Do you want your graphic to tell a story?

If you answered yes, you should probably go for animation.

Animation breathes life into a character and enables viewers to connect with an audience and their story on an emotional level, take for example the animation master pieces of Studio Ghibli. Utilizing animation will make your narrative more realistic and captivating, so if you’re hoping to take viewers on a journey, the animation is the vehicle for you.

Do you want your graphic to be the focus of your media?

If you answered no, we suggest you opt for motion graphics.

3D animations are made to captivate and thus, they tend to steal the show. If you’re merely looking to enhance your pre-existing website or instructional video, keep things simple with a functional motion graphic.
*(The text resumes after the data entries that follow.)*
/**
 * Two worker processes; the one reading a file is killed with SIGKILL in the middle. The live one
 * takes the upload over within a minute (not after the job's two-hour expiry) and reads it whole,
 * exactly once.
 */
import { spawn, type ChildProcess } from 'node:child_process';
import { Readable } from 'node:stream';
import { and, eq, sql } from 'drizzle-orm';
import { afterAll, beforeAll, expect, it } from 'vitest';
import { db } from '~/server/db/client';
import { sites, uploads } from '~/server/db/schema';
import { receiveApiUpload } from '~/server/services/uploads';
import { describeIntegration } from '../support/integration';
import { at } from '../support/present';

interface Worker {
  child: ChildProcess;
  out: string;
  exited: boolean;
}
const workers: Worker[] = [];

function startWorker(): Worker {
  const child = spawn(process.execPath, ['--import', 'tsx', 'src/worker/main.ts'], {
    env: { ...process.env, INGEST_SWEEP_SECONDS: '5' },
    stdio: ['ignore', 'pipe', 'pipe'],
  });
  const w: Worker = { child, out: '', exited: false };
  child.stdout!.on('data', (d) => (w.out += String(d)));
  child.stderr!.on('data', (d) => (w.out += String(d)));
  child.on('exit', () => (w.exited = true));
  workers.push(w);
  return w;
}

async function until<T>(what: string, fn: () => Promise<T | null | undefined | false> | T | null | undefined | false, timeoutMs: number): Promise<T> {
  const t0 = Date.now();
  for (;;) {
    const v = await fn();
    if (v) return v;
    if (Date.now() - t0 > timeoutMs) throw new Error(`timed out waiting for ${what}`);
    await new Promise((r) => setTimeout(r, 50));
  }
}

/** A wide one-minute export big enough to take a few seconds to read. */
function bigExport(tagCount: number, rows: number): Buffer {
  const names = Array.from({ length: tagCount }, (_, k) => `KT.FT-${String(k).padStart(3, '0')}`);
  const parts = [`Time,${names.join(',')}\n`];
  const t0 = Date.UTC(2026, 4, 1);
  for (let i = 0; i < rows; i++) {
    let line = new Date(t0 + i * 60_000).toISOString().slice(0, 19).replace('T', ' ');
    for (let k = 0; k < tagCount; k++) line += `,${(10 + k + (i % 60) / 100).toFixed(2)}`;
    parts.push(line + '\n');
  }
  return Buffer.from(parts.join(''));
}

describeIntegration('a reading worker killed while another lives', () => {
  beforeAll(async () => {
    startWorker();
    startWorker();
    await until('two workers ready', () => workers.every((w) => w.out.includes('[worker] ready')), 60_000);
  }, 90_000);

  afterAll(async () => {
    for (const w of workers) if (!w.exited) w.child.kill('SIGTERM');
    await until('workers stopped', () => workers.every((w) => w.exited), 15_000).catch(() => {
      for (const w of workers) if (!w.exited) w.child.kill('SIGKILL');
    });
  });

  it('kill -9 of the reader: the other worker takes over within a minute and the file is read exactly once', async () => {
    const [s] = await db().insert(sites).values({ name: `Takeover site ${Date.now()}`, timeZone: 'UTC' }).returning();
    const tagCount = 60;
    const rows = 14 * 24 * 60;
    const { uploadId } = await receiveApiUpload(s!.id, 'two-weeks.csv', Readable.from([bigExport(tagCount, rows)]), {});
    // Wait until one worker is reading it, then kill that one.
    await until('processing', async () => (await db().select().from(uploads).where(eq(uploads.id, uploadId)))[0]?.status === 'processing', 60_000);
    const reader = await until('the reader', () => workers.find((w) => !w.exited && w.out.includes(`ingest ${uploadId}: picked up`)), 10_000);
    const other = workers.find((w) => w !== reader)!;
    const killedAt = Date.now();
    reader.child.kill('SIGKILL');
    await until('reader dead', () => reader.exited, 10_000);
    expect((await db().select().from(uploads).where(eq(uploads.id, uploadId)))[0]!.status).not.toBe('done');

    // The live worker picks it up within a minute (its sweep runs every 5 s here, 20 s by default),
    // not after the killed job's two-hour expiry.
    await until('the live worker picks it up', () => other.out.includes(`ingest ${uploadId}: picked up`), 60_000);
    const done = await until(
      'taken over and done',
      async () => {
        const [u] = await db().select().from(uploads).where(eq(uploads.id, uploadId));
        return u && ['done', 'failed'].includes(u.status) ? u : null;
      },
      120_000,
    );
    const tookMs = Date.now() - killedAt;
    console.log(`[takeover] upload read to the end ${(tookMs / 1000).toFixed(1)} s after the kill`);
    expect(done.status).toBe('done');
    const summary = done.summary as { rows: number; hours: number; tags: number };
    expect(summary.rows).toBe(rows);
    expect(summary.tags).toBe(tagCount);
    // Exactly once: every tag hour once, from this upload alone.
    const res = await db().execute<{ n: number; single: number; others: number }>(sql`
      select count(*)::int as n,
        (select count(*)::int from tag_hour_uploads tu join tags t2 on t2.seq = tu.tag_id where t2.site_id = ${s!.id} and tu.upload_id = ${uploadId}::uuid) as single,
        (select count(*)::int from tag_hour_uploads tu join tags t2 on t2.seq = tu.tag_id where t2.site_id = ${s!.id} and tu.upload_id <> ${uploadId}::uuid) as others
      from tag_hours th join tags t on t.seq = th.tag_id where t.site_id = ${s!.id}`);
    expect(res.rows[0]!.n).toBe(tagCount * 14 * 24);
    expect(res.rows[0]!.single).toBe(tagCount);
    expect(res.rows[0]!.others).toBe(0);
    const { attempts } = at(await db().select({ attempts: uploads.attempts }).from(uploads).where(and(eq(uploads.id, uploadId))), 0, 'the upload row');
    expect(attempts).toBe(2);
  }, 240_000);
});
Are you using your graphic to instruct or teach viewers?

If you answered yes, then we advise incorporating some motion graphics into your presentation, video, or image. Their simple nature makes for fantastic learning aids and visual cues. If you’ve got a big college presentation coming up, stand out from the crowd by including some clever motion animation.

Will your graphic be used for corporate purposes?

If you answered no, then consider using animation.

While the vivid and catchy nature of a cartoon or 3D object may be enticing, it can also be labeled as fantastical, distracting, or childlike, thereby making them unsuitable for certain projects or settings.

That’s why we recommend using plan 2D graphics for a project that is rooted in professional settings such as an office, university, or informative website. You probably already familiar with the 2D Corporate Illustrations style.

Well, there you have it, a complete and informative debrief on all things motion graphics vs. animation.

No matter whether you opt for a delightful animation or a sharp motion graphic, remember, the most effective graphics are the ones that best enhance your project and yield results. Any graphic that successfully makes its purpose is a successful graphic.‍

There you have it! We hope this guide helped you to understand the different between motion graphics and animation.